++++ Records for processing ++++

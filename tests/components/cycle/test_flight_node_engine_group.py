"""Flight-node engine: one design flown at several flight nodes; design reproduction, sparsity, partials, errors."""

import numpy as np
import openmdao.api as om
import pytest
from openmdao.utils.assert_utils import assert_check_partials, assert_check_totals, assert_no_approx_partials

from bypassopt.components.cycle.flight_node_engine_group import (NACELLE, THROTTLE_MAX, FlightNodeBroadcastComp,
                                                                 FlightNodeEngineGroup, ThrottleRatingComp)
from bypassopt.components.cycle.flow_capacity_comp import FlowCapacityComp
from bypassopt.components.cycle.multipoint_group import SHARED_INPUTS
from bypassopt.components.cycle.off_design_group import GEOMETRY
from bypassopt.components.installation.installed_engine_group import InstalledEngineGroup
from bypassopt.components.interface import ALL_PLAIN

DESIGN_RTOL = 1e-8
PARTIALS_TOL = 1e-10
# Totals through the per-node off-design Newton (normalised balances converged to 1e-8): as test_off_design_group.
TOTALS_TOL = 1e-8
# A re-evaluation at an unchanged converged state (the elements recomputed once): round-off only.
ROUND_OFF = 1e-12
SEED = 15

# Invented demo top of climb (shared/scenario.md, demo twin 170): M 0.78, 10 668 m, ISA+10, 24 kN installed per
# engine; cycle starting point BPR 10, FPR 1.5, OPR 40, Tt4 1650 K.
TOP_OF_CLIMB = {"altitude": 10668.0, "Mach0": 0.78, "dT_isa": 10.0, "thrust_required": 24.0e3,
                "BPR": 10.0, "FPR": 1.5, "OPR": 40.0, "Tt4": 1650.0}
RATING = (1150.0, 1750.0)  # Tt41 at throttle 0 and 1, K (the group's defaults)


@pytest.fixture(scope="module")
def design():
    """Installed demo engine sized at top of climb (its own nacelle drag included), with its flow capacities."""
    prob = om.Problem(reports=False)
    prob.model.add_subsystem("engine", InstalledEngineGroup(include_mission=False, **ALL_PLAIN), promotes=["*"])
    prob.model.add_subsystem("capacity", FlowCapacityComp(), promotes=["*"])
    prob.setup()
    for k, v in TOP_OF_CLIMB.items():
        prob.set_val(k, v)
    prob.run_model()
    return prob


def build(design, nfn, setting="throttle", **options):
    """Flight-node engine with every per-engine input taken from the design run."""
    prob = om.Problem(reports=False)
    prob.model.add_subsystem("fn", FlightNodeEngineGroup(num_flight_nodes=nfn, power_setting=setting, **options),
                             promotes=["*"])
    prob.setup(force_alloc_complex=True)
    g = design.get_val
    for k in GEOMETRY:
        prob.set_val(f"{k}_design", g(k))
    for k in ("FPR", "OPR", "BPR", "booster_PR", "Tt4", "Tt2", "Pt2"):
        prob.set_val(f"{k}_design", g(k))
    prob.set_val("Fn_design", g("Fn_required"))
    prob.set_val("hpt_vane_cooling_frac", g("cooling_frac_vane"))
    prob.set_val("hpt_rotor_cooling_frac", g("cooling_frac_rotor"))
    for k in list(SHARED_INPUTS) + list(NACELLE):
        prob.set_val(k, g(k))
    return prob


def design_throttle(design):
    """Throttle whose rated Tt41 is the design point's."""
    return (design.get_val("Tt41")[0] - RATING[0]) / (RATING[1] - RATING[0])


@pytest.mark.parametrize("setting", ["throttle", "thrust"])
def test_design_node_reproduces_design_point(design, setting):
    """At the design flight condition and power, a node returns the installed design point.

    The design point is sized by ``InstalledEngineGroup`` (thrust requirement plus its own nacelle drag); the node
    is matched map-free from the geometry alone (field-reference 12.2 test (a)). Its installed thrust is then the
    top-of-climb requirement (the scenario's 24 kN), and every other output the design's. The other two nodes fly
    elsewhere, so this also checks that nodes do not mix.
    """
    prob = build(design, 3, setting)
    g = design.get_val
    prob.set_val("engine:altitude", [9000.0, TOP_OF_CLIMB["altitude"], 10668.0])
    prob.set_val("engine:Mach0", [0.7, TOP_OF_CLIMB["Mach0"], 0.78])
    prob.set_val("engine:dT_isa", [0.0, TOP_OF_CLIMB["dT_isa"], 0.0])
    if setting == "throttle":
        prob.set_val("engine:throttle", [0.6, design_throttle(design), 0.5])
    else:
        prob.set_val("engine:Fn_required", [22.0e3, g("Fn_required")[0], 18.0e3])
    prob.run_model()
    assert_no_approx_partials(prob.model)
    np.testing.assert_allclose(prob.get_val("engine:installed_thrust")[1], TOP_OF_CLIMB["thrust_required"],
                               rtol=DESIGN_RTOL)
    for k in ("nacelle_drag", "fuel_flow", "TSFC", "Tt41", "Tt3", "Tt4", "W2"):
        np.testing.assert_allclose(prob.get_val(f"engine:{k}")[1], g(k)[0], rtol=DESIGN_RTOL, err_msg=k)
    if setting == "throttle":
        np.testing.assert_allclose(prob.get_val("engine:Fn")[1], g("Fn_required")[0], rtol=DESIGN_RTOL)
    assert abs(prob.get_val("engine:installed_thrust")[0] / TOP_OF_CLIMB["thrust_required"] - 1.0) > 0.01


@pytest.fixture(scope="module")
def random_nodes(design):
    """Three seeded random flight nodes inside the match's range (cruise altitudes, throttle 0.45-0.9)."""
    rng = np.random.default_rng(SEED)
    prob = build(design, 3)
    prob.set_val("engine:altitude", rng.uniform(9000.0, 11500.0, 3))
    prob.set_val("engine:Mach0", rng.uniform(0.7, 0.82, 3))
    prob.set_val("engine:dT_isa", rng.uniform(-5.0, 15.0, 3))
    prob.set_val("engine:throttle", rng.uniform(0.45, 0.9, 3))
    prob.run_model()
    return prob


def test_nodes_are_independent_and_partials_sparse(random_nodes):
    """The Jacobian of per-node outputs w.r.t. per-node inputs is diagonal: nodes are separate flight points."""
    of = ["engine:installed_thrust", "engine:fuel_flow", "engine:Tt3"]
    wrt = ["engine:throttle", "engine:altitude", "engine:Mach0"]
    totals = random_nodes.compute_totals(of=of, wrt=wrt)
    for key, jac in totals.items():
        assert np.all(np.diag(jac) != 0.0), key
        np.testing.assert_array_equal(jac - np.diag(np.diag(jac)), 0.0, err_msg=str(key))


def test_totals_match_complex_step(random_nodes):
    """Per-node and design-input totals (Newton, direct solver) agree with complex step."""
    of = ["engine:installed_thrust", "engine:fuel_flow", "engine:Tt41", "engine:Tt3", "engine:nacelle_drag"]
    wrt = ["engine:throttle", "engine:altitude", "engine:Mach0", "area8_design", "hpc_eff_poly",
           "nacelle_max_diameter", "Tt41_max_rating"]
    data = random_nodes.check_totals(of=of, wrt=wrt, method="cs", out_stream=None)
    assert_check_totals(data, atol=TOTALS_TOL, rtol=TOTALS_TOL)


def test_partials_of_the_new_components_and_the_drag(random_nodes):
    """Partials of the rating, the broadcast and the per-node drag agree with complex step.

    (The installed thrust is OpenMDAO's ``AddSubtractComp``, which opts out of ``check_partials``; the totals test
    covers it. The match's elements are checked in their own test modules.)
    """
    data = random_nodes.check_partials(method="cs", includes=["fn.rating", "fn.broadcast", "fn.drag"],
                                       out_stream=None)
    assert sorted(data) == ["fn.broadcast", "fn.drag", "fn.rating"]
    assert_check_partials(data, atol=PARTIALS_TOL, rtol=PARTIALS_TOL)


def test_low_power_nodes_near_the_ground(design):
    """Throttle 0 (the default 1150 K rating) at 1500 ft and at sea level: operating points, reached warm.

    The design-point start has none there (the match's continuation finds them; ``OffDesignGroup``); with
    ``warm_start`` a second solve of the same nodes starts at the solution and needs no iteration. Thrust falls
    with throttle at each node and stays positive.
    """
    prob = build(design, 2, warm_start=True)
    assert prob.model.fn.off_design.options["warm_start"]
    prob.set_val("engine:altitude", [457.2, 0.0])
    prob.set_val("engine:Mach0", [0.39, 0.3])
    prob.set_val("engine:dT_isa", [0.0, 15.0])
    prob.set_val("engine:throttle", [0.2, 0.2])
    prob.run_model()
    higher = prob.get_val("engine:installed_thrust").copy()
    prob.set_val("engine:throttle", [0.0, 0.0])
    prob.run_model()
    idle = prob.get_val("engine:installed_thrust").copy()
    assert np.all(idle > 0.0) and np.all(idle < higher)
    np.testing.assert_allclose(prob.get_val("engine:Tt41"), RATING[0], rtol=DESIGN_RTOL)
    prob.run_model()
    assert prob.model.fn.off_design.nonlinear_solver._iter_count == 0
    np.testing.assert_allclose(prob.get_val("engine:installed_thrust"), idle, rtol=ROUND_OFF)


def test_throttle_rating_is_linear():
    """Throttle 0, 1/2, 1 and 1.05 give the two ratings, their mean and the 5 % extrapolation (the rating line)."""
    prob = om.Problem(reports=False)
    prob.model.add_subsystem("rating", ThrottleRatingComp(num_flight_nodes=4), promotes=["*"])
    prob.setup(force_alloc_complex=True)
    prob.set_val("throttle", [0.0, 0.5, 1.0, THROTTLE_MAX])
    prob.set_val("Tt41_min_rating", 1200.0)
    prob.set_val("Tt41_max_rating", 1800.0)
    prob.run_model()
    np.testing.assert_allclose(prob.get_val("Tt41_required"), [1200.0, 1500.0, 1800.0, 1830.0], rtol=1e-15)
    assert_check_partials(prob.check_partials(method="cs", out_stream=None), atol=PARTIALS_TOL, rtol=PARTIALS_TOL)


def test_broadcast_copies_every_value():
    """Each per-engine value appears unchanged at every node."""
    prob = om.Problem(reports=False)
    quantities = {"a": (2.0, "m", "a length"), "b": (3.0, None, "a ratio")}
    prob.model.add_subsystem("b", FlightNodeBroadcastComp(num_flight_nodes=3, quantities=quantities),
                             promotes=["*"])
    prob.setup(force_alloc_complex=True)
    prob.set_val("a", 7.5)
    prob.run_model()
    np.testing.assert_array_equal(prob.get_val("a_nodes"), [7.5, 7.5, 7.5])
    np.testing.assert_array_equal(prob.get_val("b_nodes"), [3.0, 3.0, 3.0])
    assert_check_partials(prob.check_partials(method="cs", out_stream=None), atol=PARTIALS_TOL, rtol=PARTIALS_TOL)


@pytest.mark.parametrize("name, value, match", [
    ("throttle", [0.5, 1.2], r"throttle = 1\.2 at node 1 is outside the valid range \(from 0 up to 1\.05\)"),
    ("throttle", [-0.1, 0.5], r"throttle = -0\.1 at node 0 is outside the valid range"),
    ("Tt41_min_rating", 1800.0, r"Tt41_max_rating - Tt41_min_rating = -50 K is outside the valid range"),
])
def test_bad_power_setting_raises(name, value, match):
    """A throttle outside 0-1.05 or a rating with max below min raises an AnalysisError naming value and range."""
    prob = om.Problem(reports=False)
    prob.model.add_subsystem("rating", ThrottleRatingComp(num_flight_nodes=2), promotes=["*"])
    prob.setup()
    prob.set_val("Tt41_max_rating", 1750.0)
    prob.set_val(name, value)
    with pytest.raises(om.AnalysisError, match=match):
        prob.run_model()


def test_bad_option():
    """No flight nodes is rejected."""
    with pytest.raises(ValueError, match="num_flight_nodes"):
        FlightNodeEngineGroup(num_flight_nodes=0)


def test_promote_star_beside_aircraft_names():
    """Promoted with '*' into a model that has its own altitude, thrust and fuel_flow, nothing collides.

    The model's names keep their own shapes and units (ft, lbf, lb/h) and values; the engine's per-node names
    carry the 'engine:' prefix and the per-engine names are plain (style.md: groups promote their interface).
    """
    prob = om.Problem(reports=False)
    ivc = prob.model.add_subsystem("aircraft", om.IndepVarComp(), promotes=["*"])
    ivc.add_output("altitude", np.array([0.0, 1.0e4, 3.5e4, 3.5e4]), units="ft")
    ivc.add_output("thrust", 2.0e4 * np.ones(4), units="lbf")
    ivc.add_output("fuel_flow", 5.0e3 * np.ones(4), units="lb/h")
    prob.model.add_subsystem("engine", FlightNodeEngineGroup(num_flight_nodes=2), promotes=["*"])
    prob.setup()
    prob.final_setup()
    meta = prob.model.get_io_metadata(iotypes=("input", "output"))
    promoted = {m["prom_name"] for path, m in meta.items() if path.startswith("engine.")}
    assert not promoted & {"altitude", "thrust", "fuel_flow", "TSFC", "Fn", "Mach0"}
    assert {"engine:altitude", "engine:throttle", "engine:fuel_flow", "engine:installed_thrust"} <= promoted
    np.testing.assert_array_equal(prob.get_val("altitude", units="ft"), [0.0, 1.0e4, 3.5e4, 3.5e4])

++++

Task statement:
Everything above from the line containing "(RATING[1] - RATING[0])" down to the line containing "installed design point." is to be transcribed exactly, with both of those lines included and nothing else added.

Task output:
    return (design.get_val("Tt41")[0] - RATING[0]) / (RATING[1] - RATING[0])


@pytest.mark.parametrize("setting", ["throttle", "thrust"])
def test_design_node_reproduces_design_point(design, setting):
    """At the design flight condition and power, a node returns the installed design point.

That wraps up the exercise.